Your task: Search the records for the word "decompose" and copy each line in which it appears.

──────── Provided data ────────

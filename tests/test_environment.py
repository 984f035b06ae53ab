"""A hostile environment: permissions, read-only and full disks, closed pipes.

README.md ("Exit codes"): what the user's machine refuses is a usage error,
exit 2, one line beginning ``flowpipe: error:`` that names the path and what to do, no
traceback; exit 3 is for bugs only. Outputs are written under a temporary name and
renamed (POSIX ``rename``, atomic), so a refused write leaves nothing behind. The errors
are the operating system's own (Linux ``errno(3)``: EACCES, EROFS, ENOSPC, EPIPE),
produced for real: a directory the process may not write to (root gives up the
capabilities that bypass file permissions, ``capabilities(7)``, with util-linux
``setpriv``), and small ``tmpfs`` file systems mounted read-only or nearly full
(``mount(8)``, which needs root).
"""

from __future__ import annotations

import contextlib
import json
import os
import shutil
import subprocess
import sys
from collections.abc import Iterator
from pathlib import Path

import pytest

ROOT = Path(__file__).resolve().parents[1]
REGIONAL = ROOT / "sample_data" / "demo_regional.nc"
FLOWPIPE = [sys.executable, "-m", "flowpipe"]

#: As root, give up CAP_DAC_OVERRIDE and CAP_DAC_READ_SEARCH (capabilities(7)): file
#: permissions then apply as to any user.
UNPRIVILEGED = (["setpriv", "--inh-caps=-dac_override,-dac_read_search",
                 "--bounding-set=-dac_override,-dac_read_search"] if os.geteuid() == 0 else [])

needs_root = pytest.mark.skipif(os.geteuid() != 0, reason="mounting a file system needs root")


def _flowpipe(*args: str, prefix: list[str] = ()) -> subprocess.CompletedProcess:
    return subprocess.run([*prefix, *FLOWPIPE, *map(str, args)], capture_output=True, text=True,
                          cwd=ROOT, timeout=300)


def _one_line(proc: subprocess.CompletedProcess, *texts: str) -> str:
    errors = [line for line in proc.stderr.splitlines() if not line.startswith("flowpipe: warning")]
    assert proc.returncode == 2, proc.stderr
    assert len(errors) == 1 and errors[0].startswith("flowpipe: error:"), proc.stderr
    assert "Traceback" not in proc.stderr and "internal error" not in proc.stderr
    for text in texts:
        assert text in errors[0], errors[0]
    return errors[0]


@contextlib.contextmanager
def _tmpfs(path: Path, *options: str) -> Iterator[Path]:
    path.mkdir()
    mounted = subprocess.run(["mount", "-t", "tmpfs", "-o", ",".join(options), "tmpfs", str(path)],
                             capture_output=True, text=True)
    if mounted.returncode:
        pytest.skip(f"cannot mount a tmpfs here: {mounted.stderr.strip()}")
    try:
        yield path
    finally:
        subprocess.run(["umount", str(path)], check=True)


def _forbidden(path: Path, mode: int) -> Path:
    """``path`` with ``mode``, owned by someone else when the tests run as root."""
    if os.geteuid() == 0:
        shutil.chown(path, "nobody")
    path.chmod(mode)
    return path


def _config(tmp_path: Path, out: Path) -> Path:
    config = tmp_path / "night.toml"
    config.write_text(f'[input]\npaths = ["{REGIONAL}"]\n\n[decompose]\nmethod = "auto"\n\n'
                      f'[output]\ndirectory = "{out}"\n')
    return config


def test_an_unwritable_directory_is_named(tmp_path):
    (tmp_path / "locked").mkdir()
    locked = _forbidden(tmp_path / "locked", 0o555)
    proc = _flowpipe("decompose", REGIONAL, "-o", locked / "out.nc", prefix=UNPRIVILEGED)
    _one_line(proc, str(locked / "out.nc"), "permission denied")
    assert not list(locked.iterdir())


def test_an_unreadable_input_is_named(tmp_path):
    wind = tmp_path / "wind.nc"
    shutil.copy(REGIONAL, wind)
    _forbidden(wind, 0o200)
    proc = _flowpipe("decompose", wind, "-o", tmp_path / "out.nc", prefix=UNPRIVILEGED)
    _one_line(proc, str(wind), "ermission denied")
    assert not (tmp_path / "out.nc").exists()


def test_a_batch_into_an_unwritable_directory_says_so(tmp_path):
    (tmp_path / "locked").mkdir()
    locked = _forbidden(tmp_path / "locked", 0o555)
    proc = _flowpipe("run", _config(tmp_path, locked / "night"), prefix=UNPRIVILEGED)
    _one_line(proc, str(locked / "night"), "permission denied")


def test_a_file_in_the_way_of_the_output_directory(tmp_path):
    (tmp_path / "maps").write_text("")
    proc = _flowpipe("decompose", REGIONAL, "-o", tmp_path / "maps" / "out.nc")
    _one_line(proc, str(tmp_path / "maps"), "not a directory")


@pytest.mark.skipif(not Path("/proc/self").is_dir(), reason="needs Linux's /proc")
def test_a_file_system_without_blocks_is_not_called_full():
    # /proc counts no blocks (statvfs: 0 in all, 0 free; proc(5)): a write there is refused
    # by the system itself, and the message says what the system said, not "no space left"
    proc = _flowpipe("decompose", REGIONAL, "-o", "/proc/flowpipe-out.nc")
    line = _one_line(proc, "/proc/flowpipe-out.nc")
    assert "no space" not in line and "permission denied" in line, line


@needs_root
def test_a_read_only_file_system(tmp_path):
    with _tmpfs(tmp_path / "ro", "ro", "size=1m") as ro:
        proc = _flowpipe("decompose", REGIONAL, "-o", ro / "out.nc")
        _one_line(proc, str(ro / "out.nc"), "read-only file system")
        proc = _flowpipe("map", REGIONAL, "-o", ro / "ta.png", "--field", "ta")
        _one_line(proc, str(ro / "ta.png"), "read-only file system")


@needs_root
def test_a_full_disk_says_how_much_was_needed(tmp_path):
    with _tmpfs(tmp_path / "small", "size=256k") as small:
        proc = _flowpipe("decompose", REGIONAL, "-o", small / "out.nc")
        line = _one_line(proc, f"no space left on {small}", str(small / "out.nc"), "needed about",
                         " MB")
        needed = float(line.split("needed about ")[1].split(" MB")[0])
        assert needed > 0.25  # more than the disk holds
        assert not list(small.iterdir()), "nothing, not even a temporary file, is left"


@needs_root
def test_a_batch_on_a_full_disk_keeps_its_manifest_log_and_report(tmp_path):
    with _tmpfs(tmp_path / "small", "size=256k") as small:
        out = small / "night"
        proc = _flowpipe("run", _config(tmp_path, out))
        assert proc.returncode == 1, proc.stderr  # the contract: an input failed
        assert "Traceback" not in proc.stderr and "internal error" not in proc.stderr
        manifest = json.loads((out / "manifest.json").read_text())
        (unit,) = manifest["units"].values()
        assert unit["status"] == "failed" and "no space left on" in unit["error"]
        assert manifest["status"] == "failed"
        assert "no space left on" in (out / "report.html").read_text()
        assert "no space left on" in (out / "flowpipe.log").read_text()
        names = sorted(p.name for p in out.iterdir())
        assert names == ["flowpipe.log", "manifest.json", "report.html"], names


def test_a_closed_pipe_is_one_line_not_a_bug(tmp_path):
    # The reader goes away before flowpipe writes (as `| head` does once it has its lines).
    proc = subprocess.Popen([*FLOWPIPE, "inspect", str(REGIONAL)], stdout=subprocess.PIPE,
                            stderr=subprocess.PIPE, text=True, cwd=ROOT)
    proc.stdout.close()
    err = proc.stderr.read()
    assert proc.wait(timeout=120) == 2, err
    lines = err.splitlines()
    assert len(lines) == 1 and lines[0].startswith("flowpipe: error:") and "broken pipe" in lines[0]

────────

Reply to the exercise:
    config.write_text(f'[input]\npaths = ["{REGIONAL}"]\n\n[decompose]\nmethod = "auto"\n\n'
    proc = _flowpipe("decompose", REGIONAL, "-o", locked / "out.nc", prefix=UNPRIVILEGED)
    proc = _flowpipe("decompose", wind, "-o", tmp_path / "out.nc", prefix=UNPRIVILEGED)
    proc = _flowpipe("decompose", REGIONAL, "-o", tmp_path / "maps" / "out.nc")
    proc = _flowpipe("decompose", REGIONAL, "-o", "/proc/flowpipe-out.nc")
        proc = _flowpipe("decompose", REGIONAL, "-o", ro / "out.nc")
        proc = _flowpipe("decompose", REGIONAL, "-o", small / "out.nc")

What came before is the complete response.